Nice job, Harry! I particularly like the primitive style with the natural woodgrain.
How do you plan on finishing it?


----------



## DesertRatTom (Jul 3, 2012)

:wink:>:haha::dance3::yes4::wacko::jester:


----------



## neville9999 (Jul 22, 2010)

Harry that's so cool, this is the best I could do, I used Old Pallets. N


----------



## Bushwhacker (Jun 16, 2009)

You guys are nuts.

David


----------



## TwoSkies57 (Feb 23, 2009)

I've had weekends where either one would have been considered an accomplishment!!!!:surprise:


----------



## harrysin (Jan 15, 2007)

DaninVan said:


> Nice job, Harry!
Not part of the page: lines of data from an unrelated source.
"""The capital-rationing problem of a portfolio, checked and laid out once for every scenario:
worths, outlays by budget period, scenario classes of outlays, groups, mandatory groups and
"requires" pairs, with the greedy fill by profitability index that the solver and the
comparison both use.

References
----------
H. M. Weingartner, Mathematical Programming and the Analysis of Capital Budgeting Problems,
Prentice-Hall, 1963 (0-1 formulation, mutually exclusive and contingent projects).
"""
from __future__ import annotations

from dataclasses import dataclass

import numpy as np
from scipy import sparse

FEASIBILITY_TOL = 1e-9  # relative budget tolerance when checking portfolios


@dataclass
class RationingProblem:
    pw: np.ndarray  # (P, S)
    inv: np.ndarray  # (K, B, P)
    cls: np.ndarray  # (S,)
    budgets: np.ndarray  # (S, B)
    group: np.ndarray  # (P,) -1 = none
    mandatory: np.ndarray  # (G,) bool
    requires: np.ndarray  # (R, 2)
    prereq: sparse.csr_matrix  # (P, P): row p lists the prerequisites of project p (R entries, not P x M)
    may_be_forced: np.ndarray  # (P,) bool: in a mandatory group or a prerequisite


def validate_problem(pw, investment, budgets, scenario_class, group_index, group_mandatory, requires):
    x = np.asarray(pw, dtype=float)
    if x.ndim != 2 or x.shape[0] == 0 or x.shape[1] == 0:
        raise ValueError(f"pw must have shape (P, S) with P, S >= 1, got shape {x.shape}")
    if np.any(~np.isfinite(x)):
        raise ValueError("pw must be finite")
    P, S = x.shape
    inv = np.asarray(investment, dtype=float)
    if inv.ndim == 2:
        inv = inv[None]
    if inv.ndim != 3 or inv.shape[2] != P or inv.shape[1] == 0:
        raise ValueError(
            f"investment must have shape (B, P) or (K, B, P) with P = {P}, got shape {np.shape(investment)}"
        )
    if np.any(~np.isfinite(inv)):
        raise ValueError("investment must be finite")
    K, B, _ = inv.shape
    if scenario_class is None:
        if K != 1:
            raise ValueError(f"investment has K = {K} classes: give scenario_class of shape (S,) = ({S},)")
        cls = np.zeros(S, dtype=np.intp)
    else:
        cls = np.asarray(scenario_class)
        if cls.shape != (S,) or not np.issubdtype(cls.dtype, np.integer):
            raise ValueError(f"scenario_class must be integers of shape (S,) = ({S},), got shape {cls.shape}")
        if np.any(cls < 0) or np.any(cls >= K):
            raise ValueError(f"scenario_class values must lie in [0, {K}) for investment of shape {inv.shape}")
        cls = cls.astype(np.intp)
    bud = np.asarray(budgets, dtype=float)
    if bud.shape == (B,):
        bud = np.broadcast_to(bud, (S, B))
    elif bud.shape != (S, B):
        raise ValueError(f"budgets must have shape (B,) = ({B},) or (S, B) = ({S}, {B}), got shape {bud.shape}")
    if np.any(np.isnan(bud)):
        raise ValueError("budgets must not be NaN (use inf for an unlimited period)")
    if group_index is None:
        grp = np.full(P, -1, dtype=np.intp)
    else:
        grp = np.asarray(group_index)
        if grp.shape != (P,) or not np.issubdtype(grp.dtype, np.integer):
            raise ValueError(f"group_index must be integers of shape (P,) = ({P},), got shape {grp.shape}")
        if np.any(grp < -1):
            raise ValueError("group_index values must be >= -1 (-1 = no group)")
        grp = grp.astype(np.intp)
    G = int(grp.max()) + 1 if grp.size else 0
    if group_mandatory is None:
        mand = np.zeros(G, dtype=bool)
    else:
        mand = np.asarray(group_mandatory, dtype=bool)
        if mand.ndim != 1 or mand.size < G:
            raise ValueError(f"group_mandatory must have shape (G,) with G >= {G}, got shape {mand.shape}")
        G = mand.size
    if requires is None:
        req = np.zeros((0, 2), dtype=np.intp)
    else:
        req = np.asarray(requires)
        if req.size == 0:
            req = np.zeros((0, 2), dtype=np.intp)
        if req.ndim != 2 or req.shape[1] != 2 or not np.issubdtype(req.dtype, np.integer):
            raise ValueError(f"requires must be integer pairs of shape (R, 2), got shape {req.shape}")
        if np.any(req < 0) or np.any(req >= P):
            raise ValueError(f"requires indices must lie in [0, {P})")
        if np.any(req[:, 0] == req[:, 1]):
            raise ValueError("requires must not pair a project with itself")
        req = np.unique(req.astype(np.intp), axis=0)
    # prerequisites of each project as one sparse row each: memory grows with the count of pairs
    # (a project requiring 20,000 others is 20,000 entries, not P x 20,000 padded ones)
    prereq = sparse.csr_matrix((np.ones(req.shape[0], dtype=np.int8), (req[:, 0], req[:, 1])), shape=(P, P))
    prereq.sort_indices()
    forced = np.zeros(P, dtype=bool)
    if G:
        in_grp = grp >= 0
        forced[in_grp] = mand[grp[in_grp]]
    if req.size:
        forced[req[:, 1]] = True
    return RationingProblem(x, inv, cls, np.ascontiguousarray(bud), grp, mand, req, prereq, forced)


def prerequisite_pairs(prereq, projects):
    """The prerequisites of each of ``projects`` (n,) as pairs: (owner (T,), prerequisite (T,)),
    owner indexing ``projects``; T is the sum of their prerequisite counts."""
    ptr, idx = prereq.indptr, prereq.indices
    projects = np.asarray(projects, dtype=np.intp)
    counts = ptr[projects + 1] - ptr[projects]
    total = int(counts.sum())
    owner = np.repeat(np.arange(projects.size), counts)
    if total == 0:
        return owner, np.zeros(0, dtype=np.intp)
    start = np.repeat(ptr[projects] - (np.cumsum(counts) - counts), counts)
    return owner, idx[start + np.arange(total)]


def prerequisites_met(prereq, chosen, rows, projects):
    """Whether every prerequisite of ``projects[i]`` is chosen in ``chosen[rows[i]]`` (chosen (S', P)
    bool; rows, projects (n,)): work and memory in the count of prerequisites looked at."""
    owner, pre = prerequisite_pairs(prereq, projects)
    missing = ~chosen[np.asarray(rows)[owner], pre]
    return np.bincount(owner[missing], minlength=np.size(projects)) == 0


def problem_structure(prob):
    """Per-class constraint matrices: (A_ub, A_eq) sparse and the fixed row bounds."""
    P = prob.pw.shape[0]
    grp, mand, req = prob.group, prob.mandatory, prob.requires
    G = mand.size
    members = grp >= 0
    gmat = sparse.csr_matrix(
        (np.ones(members.sum()), (grp[members], np.flatnonzero(members))), shape=(G, P)
    )
    has_member = np.bincount(grp[members], minlength=G) > 0
    opt_rows = np.flatnonzero(~mand & has_member)
    man_rows = np.flatnonzero(mand)
    R = req.shape[0]
    rmat = sparse.csr_matrix(
        (np.r_[np.ones(R), -np.ones(R)], (np.r_[np.arange(R), np.arange(R)], np.r_[req[:, 0], req[:, 1]])),
        shape=(R, P),
    )
    rest_ub = sparse.vstack([gmat[opt_rows], rmat]).tocsr()
    rest_b = np.r_[np.ones(opt_rows.size), np.zeros(R)]
    a_eq = gmat[man_rows].tocsr()
    b_eq = np.ones(man_rows.size)
    a_ub = [sparse.vstack([sparse.csr_matrix(prob.inv[k]), rest_ub]).tocsr() for k in range(prob.inv.shape[0])]
    return a_ub, rest_b, a_eq, b_eq


def greedy_fill(prob, pw_sp, cls, budgets, start=None):
    """Profitability-index greedy for many scenarios at once.

    pw_sp (S', P), cls (S',), budgets (S', B), start (S', P) bool or None.
    Returns selected (S', P) bool, feasible (S',) bool.
    """
    Sn, P = pw_sp.shape
    inv = prob.inv  # (K, B, P)
    grp, mand, prereq = prob.group, prob.mandatory, prob.prereq
    G = mand.size
    tot = inv.sum(axis=1)[cls]  # (S', P) total outlay over the budget periods
    with np.errstate(divide="ignore", invalid="ignore"):
        pi = np.where(tot > 0, pw_sp / np.where(tot > 0, tot, 1.0), np.inf)
    pi = np.where(pw_sp > 0, pi, -np.inf)
    # sort by PI descending, then pw descending, then index (lexsort is stable)
    order = np.lexsort((-pw_sp, -pi), axis=-1) if Sn else np.zeros((0, P), dtype=np.intp)
    chosen = np.zeros((Sn, P), dtype=bool) if start is None else start.copy()
    gcol = np.where(grp >= 0, grp, G)  # column G = "no group", never marked taken
    taken = np.zeros((Sn, G + 1), dtype=bool)
    rows = np.arange(Sn)
    if start is not None and G:
        r, c = np.nonzero(chosen & (grp >= 0))
        taken[r, grp[c]] = True
        taken[:, G] = False
    inv_t = np.transpose(inv, (0, 2, 1))  # (K, P, B)
    used = np.zeros((Sn, inv.shape[1]))
    if start is not None:
        for k in np.unique(cls):
            m = cls == k
            used[m] = chosen[m].astype(float) @ inv[k].T
    slack = np.abs(budgets) * FEASIBILITY_TOL + FEASIBILITY_TOL
    feasible = np.ones(Sn, dtype=bool)
    # must-do first: every mandatory group still empty takes its fitting member with the
    # highest PI before the PI pass spends the budgets (common practice: commit to
    # obligatory projects, then rank the discretionary ones)
    for g in np.flatnonzero(mand):
        mem = np.flatnonzero(grp == g)
        need = ~taken[:, g]
        if not need.any():
            continue
        if mem.size == 0:
            feasible[:] = False
            continue
        r = np.flatnonzero(need)
        a = inv_t[cls[r][:, None], mem[None, :]]  # (r, m, B)
        fits = np.all(used[r][:, None, :] + a <= (budgets[r] + slack[r])[:, None, :], axis=2)
        pre_ok = prerequisites_met(prereq, chosen, np.repeat(r, mem.size),
                                   np.tile(mem, r.size)).reshape(r.size, mem.size)
        okm = fits & pre_ok
        tot_m = tot[r][:, mem]
        with np.errstate(divide="ignore", invalid="ignore"):
            score = np.where(tot_m > 0, pw_sp[r][:, mem] / np.where(tot_m > 0, tot_m, 1.0), np.inf)
        score = np.where(okm, score, -np.inf)
        best = np.argmax(score, axis=1)
        got = okm[np.arange(r.size), best]
        rr = r[got]
        jj = mem[best[got]]
        chosen[rr, jj] = True
        used[rr] += inv_t[cls[rr], jj]
        taken[rr, g] = True
        feasible[r[~got]] = False
    n_pos = int((pw_sp > 0).sum(axis=1).max()) if Sn else 0
    # position-major copies of the first n_pos positions: each step reads one contiguous row
    order_t = np.ascontiguousarray(order[:, :n_pos].T)                          # (n_pos, S')
    candidate_t = np.ascontiguousarray((np.take_along_axis(pi, order[:, :n_pos], axis=1) > -np.inf).T)
    has_pre = np.diff(prereq.indptr) > 0
    any_pre = bool(has_pre.any())
    cap = budgets + slack
    for k in range(n_pos):  # sequential by nature; vectorised over scenarios
        j = order_t[k]
        ok = candidate_t[k] & ~chosen[rows, j]
        a = inv_t[cls, j]  # (S', B)
        ok &= np.all(used + a <= cap, axis=1)
        ok &= ~taken[rows, gcol[j]]
        if any_pre:
            need = ok & has_pre[j]
            if need.any():
                ok[need] = prerequisites_met(prereq, chosen, rows[need], j[need])
        if not ok.any():
            continue
        r = rows[ok]
        chosen[r, j[ok]] = True
        used[r] += a[ok]
        taken[r, gcol[j[ok]]] = True
        taken[:, G] = False
    chosen[~feasible] = False
    return chosen, feasible


def greedy_selection(pw, investment, budgets, *, scenario_class=None, group_index=None,
                     group_mandatory=None, requires=None):
    """Profitability-index greedy portfolio in every scenario.

    Parameters
    ----------
    pw, investment, budgets, scenario_class, group_index, group_mandatory, requires
        As for :func:`ration_capital`.

    Returns
    -------
    selected : ndarray of bool, shape (S, P)
    objective : ndarray, shape (S,) [currency]
        NaN where the rule finds no feasible portfolio (all False then).

    Notes
    -----
    The rule, in each scenario:

    1. Must-do first: each mandatory group takes its member with the
       highest PI (pw <= 0 included) that fits the budgets and whose
       prerequisites are taken. If none fits, the greedy portfolio is
       infeasible: the selection is empty and its objective NaN.
    2. Candidates are the projects with pw > 0, sorted by
       PI = pw / (sum over budget periods of the project's outlay),
       highest first (ties: higher pw first, then lower index). A project
       with pw > 0 and total outlay <= 0 has PI = +inf and comes first.
    3. One pass in that order. A candidate is taken if its outlay fits the
       remaining budget of every period, no other member of its group is
       taken, and **every prerequisite has already been taken**.
       Prerequisites are never pulled in by a dependent, and a candidate
       skipped for any reason is not reconsidered.

    The pass is a loop over candidate positions, vectorised over scenarios.

    References
    ----------
    J. H. Lorie, L. J. Savage, "Three problems in rationing capital",
    Journal of Business 28(4), 1955, pp. 229-239 (ranking by
    profitability index and its failure with several budget periods).

    Examples
    --------
    >>> sel, obj = greedy_selection([[6.0], [5.0], [5.0]], [[4.0, 3.0, 3.0]], [6.0])
    >>> sel.tolist(), obj.tolist()
    ([[False, True, True]], [10.0])
    """
    prob = validate_problem(pw, investment, budgets, scenario_class, group_index, group_mandatory, requires)
    sel, ok = greedy_fill(prob, prob.pw.T, prob.cls, prob.budgets)
    obj = np.where(ok, np.einsum("sp,ps->s", sel.astype(float), prob.pw), np.nan)
    return sel, obj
I particularly like the primitive style with the natural woodgrain.
> How do you plan on finishing it?


No further finishing is envisaged Dan, everyone who has seen it thinks it's just beautiful as is!


----------



## harrysin (Jan 15, 2007)

Bushwhacker said:


> You guys are nuts.
> 
> David


David, you've been a member since 2009 and you've only just realised that?


----------



## harrysin (Jan 15, 2007)

neville9999 said:


> Harry that's so cool, this is the best I could do, I used Old Pallets. N


I love it Neville. so much so that several years ago I made quite a few just like yours.


----------



## Stick486 (Jan 4, 2013)

Bushwhacker said:


> You guys are nuts.
> 
> David


define nuts...


----------



## Stick486 (Jan 4, 2013)

harrysin said:


> David, you've been a member since 2009 and you've only just realised that?


it's not Dave's fault...
some of us are really good at camouflage...


----------



## chessnut2 (Sep 15, 2011)

harrysin said:


> Stick made one too.


Did you make sure to put all the hidden broken off nails and chemical leaks back in it?


----------



## Stick486 (Jan 4, 2013)

chessnut2 said:


> Did you make sure to put all the hidden broken off nails and chemical leaks back in it?


even added a few...


----------



## Garyk (Dec 29, 2011)

It is amazing what you can do with re-claimed lumber, if you set your mind to it.


----------



## Multiwood (Feb 24, 2013)

Great job Harry very original looking


----------



## Barry747 (Jun 16, 2011)

Make more Harry. I bet they'd sell like crazy at craft fairs.


----------



## DaninVan (Jan 1, 2012)

Finding the old coffee tables is the biggest challenge... 
Arborite is a p.i.t.a to get off.


----------



## woodknots (Mar 7, 2012)

@harrysin

Harry - I think that style of furniture is called "Early KMart" - you captured the style very well - nice job


----------



## Oakwerks (May 9, 2013)

I have a bigger project in mind ......
I’m turning the family room into a garage ....&#55357;&#56839;....


----------



## harrysin (Jan 15, 2007)

Kurt, I've actually seen that done, seriously.


----------



## DaninVan (Jan 1, 2012)

*Good Decision; Wrong End Result*



Oakwerks said:


> I have a bigger project in mind ......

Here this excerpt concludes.